Long revered for coming out with outstanding documentaries, ESPN’s five-part exploration into O.J. Simpson kicked off last night with a look at the early years of “the Juice”.

Part 1 set the background for all the events that will follow, detailing Simpson’s emergence from the San Francisco housing projects to his subsequent rise fame as a college and pro-football star. Director Ezra Edelman did a marvelous job of contrasting the pristine campus of USC and the life O.J. was cultivating in that safe environment versus the violence and chaos that was erupting only a few miles down the road in Watts and other Los Angeles ghettos.

Simpson made a conscious decision during this tumultuous period to remain above the fray and avoid any kind of statements or actions that would be perceived as him taking a political stand of any kind. He was in the business of O.J., creating a brand that would be marketable and set the stage for a profitable second career.

Somewhat shocking was the fact that his first career almost ended before it began, for if Lou Saban didn’t get hired in Buffalo, who knows where the Simpson’s career would’ve ended up. Saban helped revived O.J.’s career by formulating an offensive attack that focused primarily on the running game. Behind the famed Electric Company, he rushed for over 2,000-yards in 14 games in 1972 and earned the NFL rushing titles in 1972, 1973, 1975, and 1976.

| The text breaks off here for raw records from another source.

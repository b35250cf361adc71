import errno
import os
from pathlib import Path

import pytest
from hypothesis import given, strategies as st

from diskwatch.machine.blocks import physical_drives
from diskwatch.machine.mounts import living_on, measured, mount_lines, parse
from diskwatch.machine.stacks import stack_on
from diskwatch.machine.zfs import pools
from diskwatch.records import Mount
from tests.machine.trees import Tree


def points(tree: Tree, *blocks: str) -> list[str]:
    mounts = living_on(stack_on(tree.sys, blocks), mount_lines(tree.proc), sys_root=tree.sys, dev_root=tree.dev)
    return [mount.point for mount in mounts]


def sized(tree: Tree, *blocks: str) -> tuple[list[Mount], list[str]]:
    asked: list[str] = []

    def measure(point: str, number: str) -> tuple[int, int]:
        asked.append(f"{point} {number}")
        return 30, 100

    mounts = living_on(
        stack_on(tree.sys, blocks),
        mount_lines(tree.proc),
        sys_root=tree.sys,
        dev_root=tree.dev,
        measure=measure,
    )
    return list(mounts), asked


def test_partitions_and_volumes_of_a_drive_live_there_and_others_do_not(tree: Tree):
    disk = tree.sata()
    tree.partition(disk, "sda1", "8:1")
    crypt = tree.stacked("dm-0", "253:0", tree.partition(disk, "sda2", "8:2"))
    tree.stacked("dm-1", "253:1", crypt)
    tree.mount("253:1", "/home", "ext4", "/dev/mapper/vg-home")
    tree.mount("8:1", "/boot", "vfat", "/dev/sda1")
    tree.mount("8:17", "/other", "ext4", "/dev/sdb1")
    tree.mount("0:22", "/proc", "proc", "proc")
    tree.mount("0:40", "/net", "nfs4", "host:/sda1")
    assert points(tree, "sda") == ["/boot", "/home"]


def test_a_mirror_lives_on_both_of_its_disks(tree: Tree):
    tree.stacked("md0", "9:0", tree.sata("sda", "8:0"), tree.sata("sdb", "8:16", port=4))
    tree.mount("9:0", "/srv", "xfs", "/dev/md0")
    assert points(tree, "sda") == points(tree, "sdb") == ["/srv"]


def test_a_btrfs_is_found_by_its_source_on_every_device_of_it(tree: Tree):
    first = tree.partition(tree.sata("sda", "8:0"), "sda3", "8:3")
    second = tree.partition(tree.sata("sdb", "8:16", port=4), "sdb3", "8:19")
    tree.partition(tree.sata("sdc", "8:32", port=5), "sdc3", "8:35")
    tree.btrfs("f0f0-invented", first, second)
    tree.mount("0:30", "/", "btrfs", "/dev/sda3", root="/@")
    tree.mount("0:30", "/home", "btrfs", "/dev/sda3", root="/@home")
    assert points(tree, "sda") == points(tree, "sdb") == ["/", "/home"]
    assert points(tree, "sdc") == []


def test_a_btrfs_on_a_lock_is_found_by_the_locks_name(tree: Tree):
    tree.stacked("dm-3", "253:3", tree.sata(), dm_name="vault")
    tree.mount("0:30", "/", "btrfs", "/dev/mapper/vault")
    assert points(tree, "sda") == ["/"]


def test_a_source_that_is_a_link_is_followed(tree: Tree):
    tree.stacked("dm-3", "253:3", tree.sata())
    (tree.dev / "vg").mkdir()
    (tree.dev / "vg" / "data").symlink_to("../dm-3")
    tree.mount("0:30", "/data", "btrfs", "/dev/vg/data")
    assert points(tree, "sda") == ["/data"]


def lived_in_pool(tree: Tree, measure: object) -> list[Mount]:
    tree.partition(tree.sata(), "sda1", "8:1", label="zfs-0123456789abcdef")
    for source, point in (("tank/home", "/tank/home"), ("tank", "/tank"), ("tankard", "/other")):
        tree.mount(f"0:{40 + len(point)}", point, "zfs", source)
    tree.mount("0:60", "/tank/x", "zfs", "tank/x")
    return list(
        living_on(
            stack_on(tree.sys, ["sda"]),
            mount_lines(tree.proc),
            measure=measure,  # type: ignore[arg-type]  # every one below fits
            pools=pools(tree.proc),
        )
    )


def test_file_systems_of_a_pool_have_each_what_they_use_and_their_common_room_once(tree: Tree):
    tree.zfs("tank")
    assert lived_in_pool(tree, lambda *_: (30, 100)) == [
        Mount(point="/tank", used_bytes=30, total_bytes=100),
        Mount(point="/tank/x", used_bytes=30),
        Mount(point="/tank/home", used_bytes=30),
    ]


def test_a_pool_that_is_suspended_is_not_asked_for_its_size(tree: Tree):
    tree.zfs("tank", "SUSPENDED")

    def refuse(*_: str) -> None:
        raise AssertionError

    assert [mount.point for mount in lived_in_pool(tree, refuse)] == ["/tank", "/tank/x", "/tank/home"]


def test_nothing_is_said_of_a_pool_that_the_kernel_does_not_place(tree: Tree):
    tree.zfs("tank")
    tree.zfs("vault")
    assert lived_in_pool(tree, None) == []


def test_files_mounted_twice_are_shown_once_at_the_widest_then_shortest(tree: Tree):
    tree.sata()
    tree.mount("8:0", "/var/lib/inner", "ext4", "/dev/sda", root="/inner")
    tree.mount("8:0", "/b", "ext4", "/dev/sda", root="/x")
    tree.mount("8:0", "/data/long", "ext4", "/dev/sda")
    tree.mount("8:0", "/data", "ext4", "/dev/sda")
    assert points(tree, "sda") == ["/data"]


def test_folders_with_like_names_are_not_taken_for_each_other(tree: Tree):
    tree.sata()
    tree.mount("8:0", "/a", "btrfs", "/dev/sda", root="/@")
    tree.mount("8:0", "/b", "btrfs", "/dev/sda", root="/@home")
    assert points(tree, "sda") == ["/a", "/b"]


def test_a_mount_under_a_later_one_on_the_same_point_is_not_there(tree: Tree):
    tree.sata("sda", "8:0")
    tree.sata("sdb", "8:16", port=4)
    tree.mount("8:0", "/mnt", "ext4", "/dev/sda")
    tree.mount("8:16", "/mnt", "ext4", "/dev/sdb")
    assert points(tree, "sda") == []
    assert points(tree, "sdb") == ["/mnt"]


def test_the_size_of_a_file_system_stands_once_however_many_parts_are_mounted(tree: Tree):
    tree.sata()
    tree.mount("0:30", "/home", "btrfs", "/dev/sda", root="/@home")
    tree.mount("0:30", "/", "btrfs", "/dev/sda", root="/@")
    mounts, asked = sized(tree, "sda")
    assert mounts == [Mount(point="/", used_bytes=30, total_bytes=100), Mount(point="/home")]
    assert asked == ["/ 0:30"]


@pytest.mark.parametrize("type_", ["fuseblk", "gfs2"])
def test_a_file_system_that_may_hang_is_listed_but_not_asked_for_its_size(tree: Tree, type_: str):
    tree.sata()
    tree.mount("8:0", "/media/stick", type_, "/dev/sda")
    assert sized(tree, "sda") == ([Mount(point="/media/stick")], [])


def test_escapes_of_mountinfo_are_undone(tree: Tree):
    tree.sata()
    tree.mount("8:0", r"/my\040disk\011a\134b\012c", "ext4", "/dev/sda")
    assert points(tree, "sda") == ["/my disk\ta\\b\nc"]


def test_a_path_that_is_no_text_is_spelt_out(tree: Tree):
    tree.sata()
    (tree.proc / "1" / "mountinfo").write_bytes(b"20 1 8:0 / /d\xff rw - ext4 /dev/sda rw\n")
    mounts, asked = sized(tree, "sda")
    assert [mount.point for mount in mounts] == ["/d\\xff"]
    assert asked == ["/d\udcff 8:0"]


def test_the_own_view_stands_in_where_the_first_process_shows_nothing(tree: Tree):
    tree.sata()
    (tree.proc / "self" / "mountinfo").write_text("20 1 8:0 / /mine rw - ext4 /dev/sda rw\n")
    assert points(tree, "sda") == ["/mine"]


def test_no_mountinfo_at_all_means_nothing_known(tree: Tree):
    assert mount_lines(tree.proc) == ()


@given(st.text(alphabet=" -:/0189abc\\\n\t", max_size=80))
def test_no_text_upsets_the_reading_of_mountinfo(text: str):
    assert all(":" in line.number for line in parse(text))


def test_sizes_are_those_that_the_kernel_tells(tmp_path: Path):
    device = tmp_path.stat().st_dev
    found = measured(str(tmp_path), f"{os.major(device)}:{os.minor(device)}")
    told = os.statvfs(tmp_path)
    if told.f_blocks == 0:
        pytest.skip("the file system of this test has no size")
    assert found is not None
    assert found[1] == told.f_blocks * told.f_frsize
    assert 0 <= found[0] <= found[1]


def test_another_file_system_at_the_point_is_not_measured(tmp_path: Path):
    assert measured(str(tmp_path), "8:250") is None
    assert measured(str(tmp_path / "none"), "0:30") is None
    assert measured("/proc", "0:1") is None


def test_a_mount_that_lingers_after_its_disk_was_unplugged_lives_on_no_drive(
    tree: Tree, tmp_path: Path, monkeypatch: pytest.MonkeyPatch
):
    """The kernel keeps the number of a disk that is gone as long as something is mounted from it."""
    tree.partition(tree.sata("sdb", "8:16", port=4), "sdb1", "8:17")
    tree.mount("8:1", str(tmp_path), "ext4", "/dev/sda1")
    tree.mount("8:17", "/mnt/new", "ext4", "/dev/sdb1")
    assert points(tree, "sdb") == ["/mnt/new"]
    assert points(tree, "sda") == []

    def gone(point: str) -> os.statvfs_result:
        raise OSError(errno.EIO, "Input/output error", point)

    device = tmp_path.stat().st_dev
    monkeypatch.setattr(os, "statvfs", gone)
    assert measured(str(tmp_path), f"{os.major(device)}:{os.minor(device)}") is None


@pytest.mark.parametrize(
    ("mount", "file_system"), [("rw", "ro"), ("rw", "rw,emergency_ro"), ("ro", "ro"), ("rw,noatime", "rw")]
)
def test_a_file_system_lives_on_its_drive_whatever_the_kernel_says_of_writing(
    tree: Tree, mount: str, file_system: str
):
    """After a forced remount the mount may still say rw, and only the file system's own options ro."""
    tree.partition(tree.sata(), "sda1", "8:1")
    line = f"31 1 8:1 / /data {mount} shared:1 - ext4 /dev/sda1 {file_system},errors=remount-ro\n"
    (tree.proc / "1/mountinfo").write_text(line)
    assert points(tree, "sda") == ["/data"]


def test_what_this_computer_mounts_from_its_disks_is_found():
    root = next((line for line in mount_lines() if line.point == "/"), None)
    owners = [
        drive.blocks
        for drive in physical_drives()
        if root is not None and root.number in stack_on(Path("/sys"), drive.blocks).numbers
    ]
    if not owners:
        pytest.skip("the root file system is on no physical disk here")
    for blocks in owners:
        assert "/" in [mount.point for mount in living_on(stack_on(Path("/sys"), blocks), mount_lines())]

It was a remarkable turn of events for O.J., paving the way for the continued fame, attention, and national endorsements that would follow. Interesting as well was the positive endorsements he received on camera from a number of his former teammates, as he shared the success of his 2,000 yard-season with his offensive line and generally seemed like he endeared himself to them by being a team guy.

Throughout Part 1 you can sense the director building towards the darker side of Simpson, and the ending is rather ominous with him just having met the beautiful Nicole Brown. The narcissistic qualities that are brewing beneath the surface will be on full display as we move towards the tragedy that of 1994.